梁軍與公子成隔着這一片空地相望,既沒有要進攻的意思,也沒有要退去的模樣,兩下僵持了一會兒,梁軍那邊的將領越眾走出,對着公子成一抱拳,當先開口。
“久聞齊王成擅於治軍,今日一見,果然大開眼界,蕭寒佩服之至!”
“蕭將軍過獎了。”公子成神色淡淡地看着那蕭寒,黑沉的眸子中沒有半點情緒。
“呵,蕭寒少時便敬慕王上,今次前來,便是率部來投奔王上的,方才不曾援手,王上不會怪罪我等吧?蕭寒,見過王上!”
那蕭寒說著,大步走上前來,對着公子成一個深揖到地,撩衣跪地,垂頭拱手,看着倒是真心歸順的。
公子成看着他,淡淡地道。“蕭將軍歸順於我,便不懼大梁太後為難你族人么?”
“梁太后牝雞司晨,顛倒陰陽事非,蕭寒不屑之!在下雖無戰功,卻也能為王上分憂,請王上容我等入齊!”蕭寒說罷,伏地叩了三個響頭,後頭眾軍士中,一個兵丁打扮的漢子走上前來,站在蕭寒身側,對着公子成一揖。
“徐陵見過王上。”
一見徐陵,公子成面色稍緩,他淡淡地看着徐陵,只等他回話。
徐陵躬身垂頭,很是恭敬地道。“王上,蕭將軍此次是誠意歸順的,他不喜梁國太后所為已久,今次得了命令,是他先行與我通風報信,提議結盟的,請王上允他歸順罷。”
看着跪地的蕭寒,公子成幾不可見地點了點頭,上前一步道。“蕭將軍高義,敢問將軍,若有一日與大梁為敵,將軍當如何自處?”
“蕭寒既投誠齊王,便是齊人,自當是為齊國效力!”蕭寒重重地一叩頭,說得十分堅決。
“既如此,蕭將軍可立誓了。”公子成看向頭頂的碧空,聲音帶了一股空靈的腔調,分外動聽。
“是!”蕭寒跪地,右手三指指天,很是鄭重地盟誓道。“蒼天在上,我蕭寒今日在此立誓,自今日起,奉齊王成為主,生死跟隨,永不相背,若有背誓言,願亂箭穿心,死無葬身之地!”

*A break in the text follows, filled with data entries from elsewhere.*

/// The length for the member's own second-order moment amplification about
/// `axis`: both codes compute it with no lateral translation of the ends,
/// K = 1 over the laterally unbraced length (AISC 360-16 Appendix 8.2.1:
/// "unless analysis justifies a smaller value"). A length the engineer
/// gives from such an analysis (`amplification_length_*_mm`) is used as
/// given ([`OwnBasis::Given`]). Otherwise a shorter buckling length is
/// raised to the unbraced one ([`OwnBasis::Raised`]), a frame's k is not
/// used ([`OwnBasis::Frame`]), and a longer buckling length without a
/// frame is kept ([`OwnBasis::Buckling`]).
pub fn own_length(ctx: &Context<'_>, axis: crate::bending::Axis) -> OwnLength {
    use crate::bending::Axis;
    let m = ctx.input.member;
    let (keys, buckling_mm, unbraced_mm, frame, lcr, given) = match axis {
        Axis::Major => (
            FrameKey::Major,
            ctx.lengths.major_mm,
            ctx.unbraced.major_mm,
            m.frame_major,
            m.lcr_major_mm,
            m.amplification_length_major_mm,
        ),
        Axis::Minor => (
            FrameKey::Minor,
            ctx.lengths.minor_mm,
            ctx.unbraced.minor_mm,
            m.frame_minor,
            m.lcr_minor_mm,
            m.amplification_length_minor_mm,
        ),
    };
    if let Some(mm) = given {
        return OwnLength {
            mm,
            buckling_mm,
            unbraced_mm,
            field: keys.amplification_key(),
            basis: OwnBasis::Given,
        };
    }
    let model = ctx.unbraced.from_model;
    let field = if model {
        "buckling_model"
    } else if frame.is_some() {
        keys.key()
    } else if lcr.is_some() {
        keys.lcr_key()
    } else {
        keys.k_key()
    };
    let (mm, basis) = match frame {
        Some(f) if !model => (unbraced_mm, OwnBasis::Frame { sway: f.sway }),
        // A buckling model's length between fixed braces comes out of the
        // analysis a few parts in a million short (the finite elements
        // overestimate the critical load slightly): that is the braced
        // length itself, taken without a warning.
        _ if buckling_mm >= unbraced_mm * (1.0 - ANALYSIS_TOLERANCE) => {
            (buckling_mm.max(unbraced_mm), OwnBasis::Buckling)
        }
        _ => (unbraced_mm, OwnBasis::Raised),
    };
    OwnLength {
        mm,
        buckling_mm,
        unbraced_mm,
        field,
        basis,
    }
}

/// Says on the result that the member's own moment amplification about
/// `axis` took a longer length than its buckling length ([`OwnLength::raised`]):
/// `what` names the amplifier (`"B1"`, `"U_1"`), `symbol` the length
/// (`"L_c1"`, `"L"`) and `clause` the rule. Once per axis.
pub fn warn_raised(
    warnings: &mut Vec<Warning>,
    axis: crate::bending::Axis,
    own: &OwnLength,
    (what, symbol, clause): (&'static str, &'static str, &'static str),
) {
    use crate::bending::Axis;
    if !own.raised() {
        return;
    }
    let (code, name) = match axis {
        Axis::Major => ("amplification-length-major", "major"),
        Axis::Minor => ("amplification-length-minor", "minor"),
    };
    crate::method::common::warn_once_with(warnings, code, || {
        Warning::with_args(
            code,
            "{}: the buckling length about the {} axis, {}, is shorter than the laterally \
             unbraced length, {}; the member's own moment amplification {} takes {} = {} (K = \
             1, no lateral translation of the ends: {} allows a smaller value only where \
             analysis justifies it, which the member file does not say), a larger {} than the \
             buckling length gives. Braces that shorten the unbraced length belong in \
             buckling_model; moments that already include the member's second-order effects \
             take amplify_moments false",
            &[
                Arg::Word(own.field),
                Arg::Word(name),
                Arg::figure(own.buckling_mm, Quantity::Span, 0),
                Arg::figure(own.unbraced_mm, Quantity::Span, 0),
                Arg::Word(what),
                Arg::Word(symbol),
                Arg::figure(own.mm, Quantity::Span, 0),
                Arg::Word(clause),
                Arg::Word(what),
            ],
        )
    });
}

/// The warning code of a length given for the member's own moment
/// amplification about `axis` and used ([`warn_given`]).
pub fn given_code(axis: crate::bending::Axis) -> &'static str {
    match axis {
        crate::bending::Axis::Major => "amplification-length-given-major",
        crate::bending::Axis::Minor => "amplification-length-given-minor",
    }
}

/// Says on the result that the member's own moment amplification about
/// `axis` took the length the engineer gave ([`OwnBasis::Given`]), which
/// rests on an analysis the member file does not hold: `what` names the
/// amplifier (`"B1"`, `"U_1"`), `symbol` the length (`"L_c1"`, `"L"`) and
/// `clause` the rule. Once per axis.
pub fn warn_given(
    warnings: &mut Vec<Warning>,
    axis: crate::bending::Axis,
    own: &OwnLength,
    (what, symbol, clause): (&'static str, &'static str, &'static str),
) {
    if own.basis != OwnBasis::Given {
        return;
    }
    let code = given_code(axis);
    crate::method::common::warn_once_with(warnings, code, || {
        Warning::with_args(
            code,
            "{}: the member's own moment amplification {} takes {} = {} from the engineer's \
             analysis, as given, where the laterally unbraced length with K = 1 is {} ({} \
             allows a smaller value only where analysis justifies it): that analysis must \
             justify it and be kept with this check. It is used for {} only, not for the \
             compression resistance",
            &[
                Arg::Word(own.field),
                Arg::Word(what),
                Arg::Word(symbol),
                Arg::figure(own.mm, Quantity::Span, 0),
                Arg::figure(own.unbraced_mm, Quantity::Span, 0),
                Arg::Word(clause),
                Arg::Word(what),
            ],
        )
    });
}

/// Says on the result that a length given for the member's own moment
/// amplification (`amplification_length_*_mm`) was not used: no check of
/// this member took it ([`warn_given`] said nothing for its axis), since
/// the method works the member's second-order effect its own way (EN
/// 1993-1-1, EN 1995-1-1) or has no moment about that axis to amplify
/// (none given, no axial load, or `amplify_moments` false). Never silent.
pub fn warn_unused_lengths(
    member: &crate::member::Member,
    method: Method,
    warnings: &mut Vec<Warning>,
) {
    use crate::bending::Axis;
    for (axis, key, given) in [
        (
            Axis::Major,
            FrameKey::Major,
            member.amplification_length_major_mm,
        ),
        (
            Axis::Minor,
            FrameKey::Minor,
            member.amplification_length_minor_mm,
        ),
    ] {
        if given.is_none() || warnings.iter().any(|w| w.code == given_code(axis)) {
            continue;
        }
        let code = match axis {
            Axis::Major => "amplification-length-unused-major",
            Axis::Minor => "amplification-length-unused-minor",
        };
        let why = if matches!(method, Method::AiscLrfd | Method::AiscAsd | Method::CsaS16) {
            "no moment about this axis is amplified here (none given, no axial load, or \
             amplify_moments false)"
        } else {
            "this method has no such length: its interaction works the member's second-order \
             effect in its own factors"
        };
        crate::method::common::warn_once_with(warnings, code, || {
            Warning::with_args(
                code,
                "{}: not used under {}: the length is for the member's own moment \
                 amplification of AISC 360-16 (Appendix 8.2.1, L_c1) and CSA S16-19 (13.8.4, \
                 L) only, and {}",
                &[
                    Arg::Word(key.amplification_key()),
                    Arg::Word(method.key()),
                    Arg::Word(why),
                ],
            )
        });
    }
}

/// Demand over capacity: 0 without demand, infinite without capacity.
pub fn ratio(demand: f64, capacity: f64) -> f64 {
    if demand == 0.0 {
        0.0
    } else if capacity > 0.0 {
        demand / capacity
    } else {
        f64::INFINITY
    }
}

/// The largest check, `None` for none.
pub fn governing(checks: &[Check]) -> Option<Check> {
    checks
        .iter()
        .copied()
        .max_by(|a, b| a.utilisation.total_cmp(&b.utilisation))
}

蕭寒發過了誓,公子成上前扶起他,面色淡然地道。“蕭將軍,請起。”
“多謝王上!”蕭寒起身,向著公子成拱了拱手,一指身後的軍士道。“王上,這些軍士,皆是我一手帶出的勇士,請王上過目!”
蕭寒很是自信地回頭望向自己的兵甬,轉回頭見公子成只是容色淡淡地掃了一眼,那股子激動興奮勁兒頓時打了折扣。
“蕭將軍的軍士確是訓練有素,只是他們着裝不齊,士氣不足,顯然是歷練不夠,若要為我大齊猛士,須得好生訓練才好。”
正尋思的蕭寒猛然聽到個脆生生的女聲,不由得皺眉,他抬起頭來看向公子成身側的秀麗女子,想要說些什麼,動了動嘴,忍住了沒有開口,那眼神卻是帶了明顯的不快了。
葉子儀看出了蕭寒的不爽,低低一笑,上前微微屈身道。“如意見過蕭將軍。”
“原來是如意郡主,失敬。”蕭寒雖然不快,卻也知道西蜀的如意郡主是公子成要迎娶的王后,自然不敢開罪,忙躬身拱手,和葉子儀見禮。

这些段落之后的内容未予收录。